[Task item] Repeat exactly, and only, the lines of the material below from the one that contains "export type BuildStatus" through its final line.

[Data shown]

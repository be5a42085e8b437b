/** The build sheet's vocabulary: statuses, the moves between them, kit roles and labels. */

export const BUILD_STATUSES = [
  "draft",
  "sized",
  "quoted",
  "ordered",
  "fitted",
  "verified",
] as const;
export type BuildStatus = (typeof BUILD_STATUSES)[number];

export const KIT_ROLES = [
  "injector",
  "pump",
  "regulator",
  "feed-line",
  "return-line",
  "filter",
  "sensor",
] as const;
export type KitRole = (typeof KIT_ROLES)[number];
export const KIT_ROLE_LABELS: Record<KitRole, string> = {
  injector: "injectors",
  pump: "fuel pump",
  regulator: "regulator",
  "feed-line": "feed line",
  "return-line": "return line",
  filter: "filter",
  sensor: "ethanol content sensor",
};
/** A catalog part chosen for a build, with the figures it was chosen on. */
export interface ChosenPart {
  role: KitRole;
  partId: string;
  sku: string;
  name: string;
  quantity: number;
}

/** Status moves: forward one step, or back to draft for a rework. */
export const STATUS_NEXT: Record<BuildStatus, readonly BuildStatus[]> = {
  draft: ["sized"],
  sized: ["draft", "quoted"],
  quoted: ["draft", "ordered"],
  ordered: ["fitted"],
  fitted: ["verified"],
  verified: ["draft"],
};

export const STATUS_LABELS: Record<BuildStatus, string> = {
  draft: "Draft",
  sized: "Sized",
  quoted: "Quoted",
  ordered: "Ordered",
  fitted: "Fitted",
  verified: "Verified",
};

[Reply]
export type BuildStatus = (typeof BUILD_STATUSES)[number];

export const KIT_ROLES = [
  "injector",
  "pump",
  "regulator",
  "feed-line",
  "return-line",
  "filter",
  "sensor",
] as const;
export type KitRole = (typeof KIT_ROLES)[number];
export const KIT_ROLE_LABELS: Record<KitRole, string> = {
  injector: "injectors",
  pump: "fuel pump",
  regulator: "regulator",
  "feed-line": "feed line",
  "return-line": "return line",
  filter: "filter",
  sensor: "ethanol content sensor",
};
/** A catalog part chosen for a build, with the figures it was chosen on. */
export interface ChosenPart {
  role: KitRole;
  partId: string;
  sku: string;
  name: string;
  quantity: number;
}

/** Status moves: forward one step, or back to draft for a rework. */
export const STATUS_NEXT: Record<BuildStatus, readonly BuildStatus[]> = {
  draft: ["sized"],
  sized: ["draft", "quoted"],
  quoted: ["draft", "ordered"],
  ordered: ["fitted"],
  fitted: ["verified"],
  verified: ["draft"],
};

export const STATUS_LABELS: Record<BuildStatus, string> = {
  draft: "Draft",
  sized: "Sized",
  quoted: "Quoted",
  ordered: "Ordered",
  fitted: "Fitted",
  verified: "Verified",
};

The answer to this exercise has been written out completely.